Cerrado por reformas, dice, y enigmáticamente agrega: hasta el miércoles. Así, cada lunes, al volver de mi trabajo paso enfrente y me digo: cada vez falta menos para el miércoles, ya van a abrir, qué pondrán de nuevo, romperán el embrujo que ha hecho naufragar todos y cada uno de los intentos de reverdecer los laureles de este localito en la calle Sarmiento, casi casi llegando a Lewis Jones, y se hace martes y aumenta mi ansiedad, y es raro porque yo jamás entré a ese lugar y no lo volvería a hacer, simplemente porque soy un animal de costumbres muy arraigadas y hace años que compro todo lo que necesito para vivir en tres o cuatro lugares, y la sola idea de tener que comprarme algo inesperado, un carretel de hilo para coser, por ejemplo, dispara todas mis alarmas, se me sale un botón de la camisa y entro en pánico de sólo pensar que en breve tocará arrojarme a lugares desconocidos, donde tal vez un dependiente de mal humor abuse de mí y se quede con mi dinero, o no puedo dormir sino es para soñar siempre el mismo sueño, entro, pido lo mío, voy a pagar, me olvidé la billetera, y se me suben los colores, y me atacan todas las miradas como alfileres, y me despierto, prendo la luz, me fijo en la camisa y sigue faltándole el botón que está a punto de llevarme a la locura, y busco en el cajón de la cómoda, en algún lado habrá, dos vueltas de hilo blanco, para pegar un botón de la camisa.

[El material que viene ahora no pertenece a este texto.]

"""Exact summaries of one 2D pattern too large for one process, tile by tile.

:func:`tiled_statistics` streams the points once into per-tile files
(``lookup.tiled.tiling``), computes each tile's part on a worker
(``lookup.tiled.local``; joblib processes, or a dask.distributed cluster),
doubling a tile's halo until its part is certified, and merges the parts
(``lookup.tiled.merge``).  The values equal those of ``compute`` on the
whole pattern in one process, bit for bit.  Memory per worker is about one
tile with its halo; ``tile_points`` sets it (about 500 bytes per point).
"""
from __future__ import annotations

import os
import shutil
import tempfile

import numpy as np

from ..errors import OptionError
from .merge import H1_STATISTICS, TILED_STATISTICS, TiledDiagram, TiledSummary, merge_h1, merge_parts
from .sources import open_source
from .tiling import TileGrid, inner_geometry, load_tile, partition, window_bounds

__all__ = ["tiled_statistics", "TILE_POINTS", "BYTES_PER_POINT"]

#: Default points per tile (a worker then needs about 0.5 GB).
TILE_POINTS = 1_000_000
#: Measured peak memory of a tile's work per point (scripts/bench_tiled.py).
BYTES_PER_POINT = 500
#: First halo, in mean spacings (|W|/n)^(1/2); doubled until certified.
HALO_SPACINGS = 6.0
#: Width of the rim (points near the window's boundary) that a tile adds on
#: its second try, in mean spacings.
RIM_SPACINGS = 4.0


def _tile_job(folder, grid, t, halo0, box, scale, rho, r_pairs, window, want_nn, want_bdist,
              rim, inner, want_h1=False):
    from .local import tile_part

    halo, tries = halo0, 0
    while True:
        # first try: the halo alone; then with the rim (the triangles along
        # the hull have wide, flat circumdisks that only the rim can clear),
        # doubling the halo
        x0, y0, x1, y1 = grid.rect(t)
        rect = (x0 - halo, y0 - halo, x1 + halo, y1 + halo)
        with_rim = rim > 0 and (tries > 0 or _near_boundary(rect, inner))
        gidx, P, own = load_tile(folder, grid, t, halo, with_rim)
        if own == 0:
            return None
        part = tile_part(gidx, P, own, rect, box, scale, rho, r_pairs, window, want_nn,
                         want_bdist, rim if with_rim else 0.0, inner, want_h1)
        if part is not None:
            part["halo"], part["tries"], part["local_points"] = halo, tries + 1, len(P)
            return part
        if tries > 0:
            halo *= 2
        tries += 1


def _near_boundary(rect, inner) -> bool:
    """Whether the rectangle reaches the window's rim (not inside ``inner``)."""
    if inner is None:
        return True
    import shapely

    return not inner.contains(shapely.box(*rect))


def tiled_statistics(source, window, stats=None, tile_points: int = TILE_POINTS,
                     jobs: int = 1, scheduler: str | None = None, progress=None,
                     workdir: str | None = None, columns=None) -> tuple:
    """Values of 2D statistics of one large pattern, computed tile by tile.

    Parameters
    ----------
    source : str, ndarray or PointSource
        ``.npy`` (memory-mapped), ``file.h5:/dataset``, ``.parquet``, an
        array, or a :class:`~nullatlas.lookup.tiled.sources.PointSource`
        such as :class:`~nullatlas.lookup.tiled.sources.GeneratedCSR`.
    window : Window
        A 2D window (rectangle, disk, polygon, mask).
    stats : list of str, optional
        Among :data:`~nullatlas.lookup.tiled.merge.TILED_STATISTICS`;
        default ``euler, total0, nnmean``.
    tile_points : int
        About this many points per tile.
    jobs : int
        Worker processes on this machine (ignored with ``scheduler``).
    scheduler : str, optional
        Address of a dask.distributed scheduler, or ``"local"`` to start a
        local cluster of ``jobs`` workers for the run; the workers must see
        ``workdir`` (a shared file system).
    progress : bool or None
        Progress bars over the points read and the tiles done.
    workdir : str, optional
        Folder for the per-tile files (default: a temporary folder, removed
        afterwards).

    Returns
    -------
    (dict, dict)
        Statistic name -> value, and facts of the run (``n``, ``tiles``,
        ``halo`` range, ``local_points`` largest, tries, seconds).

    Examples
    --------
    >>> import numpy as np
    >>> import nullatlas
    >>> from nullatlas.lookup.summaries.statistics import compute, resolve_stats
    >>> from nullatlas.lookup.tiled.run import tiled_statistics
    >>> w = nullatlas.Rectangle(0, 0, 1, 1)
    >>> pts = w.sample(4000, np.random.default_rng(1))
    >>> vals, info = tiled_statistics(pts, w, ["euler", "total0"], tile_points=500)
    >>> one = compute(pts, w, resolve_stats(["euler", "total0"], 2))
    >>> info["tiles"] > 4, all(np.array_equal(vals[k], one[k]) for k in one)
    (True, True)
    """
    import time

    from ..progressbar import progress_bar
    from ..summaries import grids
    from ..summaries.statistics import resolve_stats

    t0 = time.perf_counter()
    names = stats or ["euler", "total0", "nnmean"]
    chosen = resolve_stats(names, 2)
    bad = [s.name for s in chosen if s.name not in TILED_STATISTICS]
    if bad:
        raise OptionError(f"{', '.join(bad)} cannot be computed tile by tile (the L function "
                          f"needs every close pair); a tiled run computes "
                          f"{', '.join(TILED_STATISTICS)}")
    if window.dim != 2:
        raise OptionError("tiled runs are 2D only")
    if getattr(window, "periodic", False):
        raise OptionError("tiled runs do not take periodic windows")
    if int(tile_points) < 100:
        raise OptionError(f"--tile-points must be at least 100, got {tile_points}")
    src = open_source(source, columns)
    if src.dim != 2:
        raise OptionError(f"{src.label}: a tiled run needs 2D points, got {src.dim} columns")
    n = src.n
    if n < 3:
        raise OptionError("a tiled run needs at least 3 points")
    box = window_bounds(window)
    grid = TileGrid.for_points(box, n, tile_points)
    scale = float((n / window.measure) ** 0.5)
    rho = grids.RHO
    r_pairs = grids.L_RHO[-1] / scale
    want_nn = any(s.name in ("nnmean", "gfunc") for s in chosen)
    want_bdist = any(s.name == "gfunc" for s in chosen)
    want_h1 = any(s.name in H1_STATISTICS for s in chosen)
    halo0 = max(HALO_SPACINGS / scale, 2.0 * r_pairs)
    own_dir = workdir is None
    folder = tempfile.mkdtemp(prefix="nullatlas-tiles-") if own_dir else workdir
    try:
        if not own_dir:
            os.makedirs(folder, exist_ok=True)
            for f in os.listdir(folder):
                if f.startswith("tile") and f.endswith(".bin"):
                    os.unlink(os.path.join(folder, f))
        rim = RIM_SPACINGS / scale
        bar = progress_bar(n, "reading points", "pt", progress, leave=False)
        try:
            counts = partition(src, window, grid, folder, bar.update, rim=rim)
        finally:
            bar.close()
        todo = [int(t) for t in np.flatnonzero(counts)]
        args = (halo0, box, scale, rho, r_pairs, window, want_nn, want_bdist, rim,
                inner_geometry(window, rim), want_h1)
        parts = _run_tiles(folder, grid, todo, args, jobs, scheduler, progress)
    finally:
        if own_dir:
            shutil.rmtree(folder, ignore_errors=True)
    parts = [p for p in parts if p is not None]
    h1 = merge_h1(parts, scale) if want_h1 else None
    deaths, chi, nn, bdist = merge_parts(parts, n, rho, scale)
    ps = TiledSummary(TiledDiagram(deaths, chi, rho, n, scale, h1), nn, bdist, window, scale)
    values = {s.name: np.asarray(s.func(ps), dtype=float) for s in chosen}
    halos = [p["halo"] * scale for p in parts]
    info = {"n": n, "tiles": len(parts), "grid": [grid.kx, grid.ky],
            "halo_spacings": [float(min(halos)), float(max(halos))],
            "retried_tiles": int(sum(p["tries"] > 1 for p in parts)),
            "largest_tile_points": int(max(p["local_points"] for p in parts)),
            "edges": int(sum(p["edges"] for p in parts)),
            "triangles": int(sum(p["triangles"] for p in parts)),
            "seconds": round(time.perf_counter() - t0, 3)}
    return values, info


def _run_tiles(folder, grid, todo, args, jobs, scheduler, progress):
    from ..progressbar import progress_bar

    bar = progress_bar(len(todo), "tiles", "tile", progress, leave=False)
    out = []
    try:
        if scheduler:
            out = _run_dask(folder, grid, todo, args, jobs, scheduler, bar)
        elif jobs <= 1:
            for t in todo:
                out.append(_tile_job(folder, grid, t, *args))
                bar.update(1)
        else:
            from joblib import Parallel, delayed

            gen = Parallel(n_jobs=jobs, return_as="generator")(
                delayed(_tile_job)(folder, grid, t, *args) for t in todo)
            for part in gen:
                out.append(part)
                bar.update(1)
    finally:
        bar.close()
    return out


def _run_dask(folder, grid, todo, args, jobs, scheduler, bar):
    from dask.distributed import Client, LocalCluster, as_completed

    cluster = None
    if scheduler == "local":
        cluster = LocalCluster(n_workers=max(jobs, 1), threads_per_worker=1,
                               processes=True, dashboard_address=None)
        client = Client(cluster)
    else:
        client = Client(scheduler)
    try:
        futs = [client.submit(_tile_job, folder, grid, t, *args, pure=False) for t in todo]
        index = {f.key: k for k, f in enumerate(futs)}
        out = [None] * len(futs)
        for f in as_completed(futs):
            out[index[f.key]] = f.result()
            bar.update(1)
            f.release()
        return out
    finally:
        client.close()
        if cluster is not None:
            cluster.close()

Y se hace miércoles y el cartel sigue ahí. Y pienso que falta mucho para que sea de nuevo miércoles. Y lo mismo el jueves, el viernes.

Los sábados no voy a trabajar, así que no pienso en nada.

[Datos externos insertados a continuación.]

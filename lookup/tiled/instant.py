"""The instant test of a pattern whose summaries were computed tile by tile.

The observed values come from :func:`~nullatlas.lookup.tiled.run.tiled_statistics`
(equal to one process's); the null moments and the trust verdict are those of
``csr_test(method="asymptotic")``.  No Monte Carlo fallback is run at this
size: an answer that is not trusted is reported with its reason.
"""
from __future__ import annotations

import time

from ..errors import OptionError

__all__ = ["tiled_csr_test"]


def tiled_csr_test(source, window, stats=None, *, tile_points=None, jobs=1, scheduler=None,
                   progress=None, tables=None, use_shipped=True, alternative="two-sided",
                   seed=None, columns=None, workdir=None):
    """Test one large 2D pattern for CSR with summaries computed tile by tile.

    Parameters
    ----------
    source : str, ndarray or PointSource
        See :func:`~nullatlas.lookup.tiled.run.tiled_statistics`.
    window : Window or str
    stats : list of str, optional
        Default ``euler, total0, nnmean`` (the tiled statistics).
    tile_points, jobs, scheduler, progress, workdir, columns
        As for :func:`~nullatlas.lookup.tiled.run.tiled_statistics`.
    tables, use_shipped, alternative
        As for :func:`~nullatlas.lookup.csr_test`.
    seed : int, optional
        Reported only (the instant test draws nothing that depends on it).

    Returns
    -------
    CSRTestResult
        ``method`` is ``"asymptotic"``; ``validation`` holds the tiling facts.
    """
    from ..csrtest import ALTERNATIVES
    from ..inference.asymptotic import asymptotic_result, instant_moments
    from ..inference.montecarlo import _alternative_for, untested_result
    from ..inference.nullmoments import TableSet, default_tables
    from ..patterns.windows import Window, as_window
    from ..results import CSRTestResult
    from ..summaries.statistics import resolve_stats
    from .run import TILE_POINTS, tiled_statistics

    t0 = time.perf_counter()
    if alternative not in ALTERNATIVES:
        raise OptionError(f"alternative must be one of {', '.join(ALTERNATIVES)}, got "
                          f"'{alternative}'")
    if not isinstance(window, Window):
        window = as_window(window, None)
    names = stats or ["euler", "total0", "nnmean"]
    values, info = tiled_statistics(source, window, names, tile_points or TILE_POINTS, jobs,
                                    scheduler, progress, workdir, columns)
    chosen = resolve_stats(names, 2)
    n = int(info["n"])
    tset = TableSet(tables or (), use_shipped) if (tables or not use_shipped) else default_tables()
    results = []
    for i, st in enumerate(chosen):
        tail, note = _alternative_for(st, alternative)
        nm, ok, why = instant_moments(tset, window, n, st, tail)
        if nm is None:
            results.append(untested_result(st, why, i == 0))
            continue
        if not ok:
            why = why + ["no Monte Carlo fallback for a tiled pattern (each simulation would be "
                         f"another pattern of {n:,} points)"]
        results.append(asymptotic_result(st, values[st.name], nm, tail, n, ok, why,
                                         primary=(i == 0), note=note, asked=alternative))
    return CSRTestResult(results=results, n=n, dimension=2, window=window.describe(),
                         seed=seed, validation={"n_input": n, "tiling": info}, diagram=None,
                         warnings=[], elapsed_s=time.perf_counter() - t0, engine="tiled",
                         method="asymptotic", null="csr")
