@njit(cache=True)
def _incircle_exact(ax, ay, bx, by, cx, cy, dx, dy):
    """Most significant component of the exact incircle determinant
        sum over (u, v, w) in ((a,b,c), (b,c,a), (c,a,b)) of
            (udx^2 + udy^2) * (vdx * wdy - wdx * vdy),    udx = ux - dx, ...
    with the six differences carried as exact two-term expansions."""
    ws = np.empty(4800, dtype=np.float64)    # scratch (this path is rare)
    v = (ax, dx, ay, dy, bx, dx, by, dy, cx, dx, cy, dy)
    lens = ws[12:18]
    for k in range(6):                  # ws[2k:2k+2] = adx, ady, bdx, bdy, cdx, cdy
        a = v[2 * k]
        b = v[2 * k + 1]
        x = a - b
        bv = a - x
        av = x + bv
        y = (a - av) + (bv - b)
        if y != 0.0:
            ws[2 * k] = y
            ws[2 * k + 1] = x
            lens[k] = 2.0
        else:
            ws[2 * k] = x
            lens[k] = 1.0
    p = ws[32:48]
    q = ws[48:64]
    cross = ws[64:96]
    lift = ws[96:128]
    t1 = ws[128:192]
    t2 = ws[192:1216]
    term = ws[1216:1728]
    acc = ws[1728:3264]
    acc2 = ws[3264:4800]
    la = np.int64(1)
    for k in range(3):
        u = k
        vv = k + 1 if k < 2 else 0
        w = vv + 1 if vv < 2 else 0
        # cross = vdx * wdy - wdx * vdy
        lp = _mul_expansion(int(lens[2 * vv]), ws[4 * vv:4 * vv + 2],
                            int(lens[2 * w + 1]), ws[4 * w + 2:4 * w + 4], p, t1, t2)
        lq = _mul_expansion(int(lens[2 * w]), ws[4 * w:4 * w + 2],
                            int(lens[2 * vv + 1]), ws[4 * vv + 2:4 * vv + 4], q, t1, t2)
        for i in range(lq):
            q[i] = -q[i]
        lc = _fast_expansion_sum_zeroelim(lp, p, lq, q, cross)
        # lift = udx^2 + udy^2
        lx = int(lens[2 * u])
        ly = int(lens[2 * u + 1])
        lp = _mul_expansion(lx, ws[4 * u:4 * u + 2], lx, ws[4 * u:4 * u + 2], p, t1, t2)
        lq = _mul_expansion(ly, ws[4 * u + 2:4 * u + 4], ly, ws[4 * u + 2:4 * u + 4],
                            q, t1, t2)
        ll = _fast_expansion_sum_zeroelim(lp, p, lq, q, lift)
        lt = _mul_expansion(ll, lift, lc, cross, term, t1, t2)
        if k == 0:
            for i in range(lt):
                acc[i] = term[i]
            la = lt
        else:
            la = _fast_expansion_sum_zeroelim(la, acc, lt, term, acc2)
            for i in range(la):
                acc[i] = acc2[i]
    return acc[la - 1]


@njit(cache=True)
def _orient2d(ax, ay, bx, by, cx, cy):
    """> 0 if a, b, c are counter-clockwise, < 0 if clockwise, 0 if collinear.

    Sign is exact (Shewchuk's orient2d: error-bounded float filter, exact fallback)."""
    detleft = (ax - cx) * (by - cy)
    detright = (ay - cy) * (bx - cx)
    det = detleft - detright
    if detleft > 0.0:
        if detright <= 0.0:
            return det
        detsum = detleft + detright
    elif detleft < 0.0:
        if detright >= 0.0:
            return det
        detsum = -detleft - detright
    else:
        return det
    errbound = _CCW_ERRBOUND_A * detsum
    if det >= errbound or -det >= errbound:
        return det
    return _orient2d_exact(ax, ay, bx, by, cx, cy)


@njit(cache=True)
def _incircle(ax, ay, bx, by, cx, cy, dx, dy):
    """> 0 if d is strictly inside the circle through a, b, c (taken counter-
    clockwise), < 0 if strictly outside, 0 if co-circular.  Exact sign."""
    adx = ax - dx
    bdx = bx - dx
    cdx = cx - dx
    ady = ay - dy
    bdy = by - dy
    cdy = cy - dy
    bdxcdy = bdx * cdy
    cdxbdy = cdx * bdy
    alift = adx * adx + ady * ady
    cdxady = cdx * ady
    adxcdy = adx * cdy
    blift = bdx * bdx + bdy * bdy
    adxbdy = adx * bdy
    bdxady = bdx * ady
    clift = cdx * cdx + cdy * cdy
    det = (alift * (bdxcdy - cdxbdy) + blift * (cdxady - adxcdy)
           + clift * (adxbdy - bdxady))
    permanent = ((abs(bdxcdy) + abs(cdxbdy)) * alift
                 + (abs(cdxady) + abs(adxcdy)) * blift
                 + (abs(adxbdy) + abs(bdxady)) * clift)
    errbound = _ICC_ERRBOUND_A * permanent
    if det > errbound or -det > errbound:
        return det
    return _incircle_exact(ax, ay, bx, by, cx, cy, dx, dy)


def _point2(p):
    a = np.asarray(p, dtype=np.float64).reshape(-1)
    if a.shape != (2,):
        raise ValueError("expected a 2D point")
    return float(a[0]), float(a[1])


def orient2d(a, b, c) -> float:
    """Exact-sign orientation of three 2D points: > 0 counter-clockwise,
    < 0 clockwise, 0 exactly collinear (only the sign is exact)."""
    return float(_orient2d(*_point2(a), *_point2(b), *_point2(c)))


def incircle(a, b, c, d) -> float:
    """Exact-sign incircle test: > 0 if d is strictly inside the circle through
    the counter-clockwise triangle a, b, c; < 0 outside; 0 exactly co-circular."""
    return float(_incircle(*_point2(a), *_point2(b), *_point2(c), *_point2(d)))


# --------------------------------------------------------------------------------------
# BRIO + Hilbert insertion order.
# --------------------------------------------------------------------------------------
_HILBERT_BITS = 16
_BRIO_FIRST_ROUND = 256


@njit(cache=True)
def _brio_keys(pts, rank, bits, first_round):
    """Sort keys (BRIO round << 40) | Hilbert index, the curve reversed in odd rounds.

    ``rank`` is a random permutation of range(n); point j goes to round 0 if
    rank[j] < first_round, else to round 1 + floor(log2(rank[j] / first_round)),
    so each round is as large as all earlier ones together (Amenta, Choi & Rote
    2003).  The Hilbert index of the quantised cell (qx, qy) on a 2^bits grid uses
    the classical iterative rotate-and-reflect formulation of the curve."""
    n = pts.shape[0]
    xmin = pts[0, 0]
    xmax = xmin
    ymin = pts[0, 1]
    ymax = ymin
    for i in range(n):
        x = pts[i, 0]
        y = pts[i, 1]
        if x < xmin:
            xmin = x
        if x > xmax:
            xmax = x
        if y < ymin:
            ymin = y
        if y > ymax:
            ymax = y
    side = np.int64(1) << bits
    top = side - 1
    sx = top / (xmax - xmin) if xmax > xmin else 0.0
    sy = top / (ymax - ymin) if ymax > ymin else 0.0
    maxd = (np.int64(1) << (2 * bits)) - 1
    keys = np.empty(n, dtype=np.int64)
    for j in range(n):
        q = np.int64(rank[j]) // first_round
        rnd = np.int64(0)
        while q > 0:
            rnd += 1
            q >>= 1
        qx = np.int64((pts[j, 0] - xmin) * sx)
        qy = np.int64((pts[j, 1] - ymin) * sy)
        qx = min(max(qx, 0), top)
        qy = min(max(qy, 0), top)
        d = np.int64(0)
        s = side >> 1
        while s > 0:
            rx = 1 if (qx & s) > 0 else 0
            ry = 1 if (qy & s) > 0 else 0
            d += s * s * ((3 * rx) ^ ry)
            if ry == 0:
                if rx == 1:
                    qx = top - qx
                    qy = top - qy
                qx, qy = qy, qx
            s >>= 1
        if rnd & 1:
            d = maxd - d
        keys[j] = (rnd << 40) | d
    return keys


# --------------------------------------------------------------------------------------
# Triangulation data structure: one record of 8 int32 per triangle t,
#   T[8t + k], k < 3: k-th vertex of t (counter-clockwise); inf = n is the
#                     infinite vertex of the ghost triangles;
#   T[8t + 3]:        stamp of the last insertion that examined t;
#   T[8t + 4 + k]:    triangle across the edge opposite vertex k, i.e. the edge
#                     (T[8t + k+1], T[8t + k+2]) (indices mod 3).
# A ghost triangle (a, b, inf) lies over hull edge a -> b, the outside of the hull
# being on the left of a -> b.  Its "circumdisk" is that open half-plane plus the
# open segment (a, b) (the limit of circumdisks through a, b and a far point).
# --------------------------------------------------------------------------------------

El camino al infierno está tapizado de botellas vacías

A altas horas de la madrugada de hoy culminaron los actos celebratorios de mis primeros treinta y dos años. Afortunadamente no hubo víctimas fatales y todo se desarrolló en perfecto caos, a punto tal que me veo en la obligación de pedir disculpas por esta vía a los amigos que no han podido saludarme. Ya saben que no me gustan las fiestas y soy de los que se emborrachan con el primero que les toca la puerta. En fin, ha sido muy lindo. En breve publicaré la crónica respectiva. O alguna otra cosa, se verá.

26.12.06

Segunda opinión

Estaba detrás de mí desde hacía una buena cantidad de metros, pero algo me había dicho hasta ese momento que ese azul oscuro con pintitas blancas no merecía la pena. Así, durante el trecho faltante, me concentré en un punto cercano: la cinta que se empeñaba en no correr, el matrimonio de viejos, ella con una alianza enorme, él muy flaco, menos de diez unidades, un vino trapiche más bien barato, chucherías para la navidad; y el cajero, un muchacho nuevo, de esos que dudan ante casi todo y preguntan a una sombra que llevan detrás, pertenezca ésta a la figura de un cajero más avezado o bien a una oscura conciencia que sólo se revela cuando el novato voltea levemente su cabeza, como si buscara algo.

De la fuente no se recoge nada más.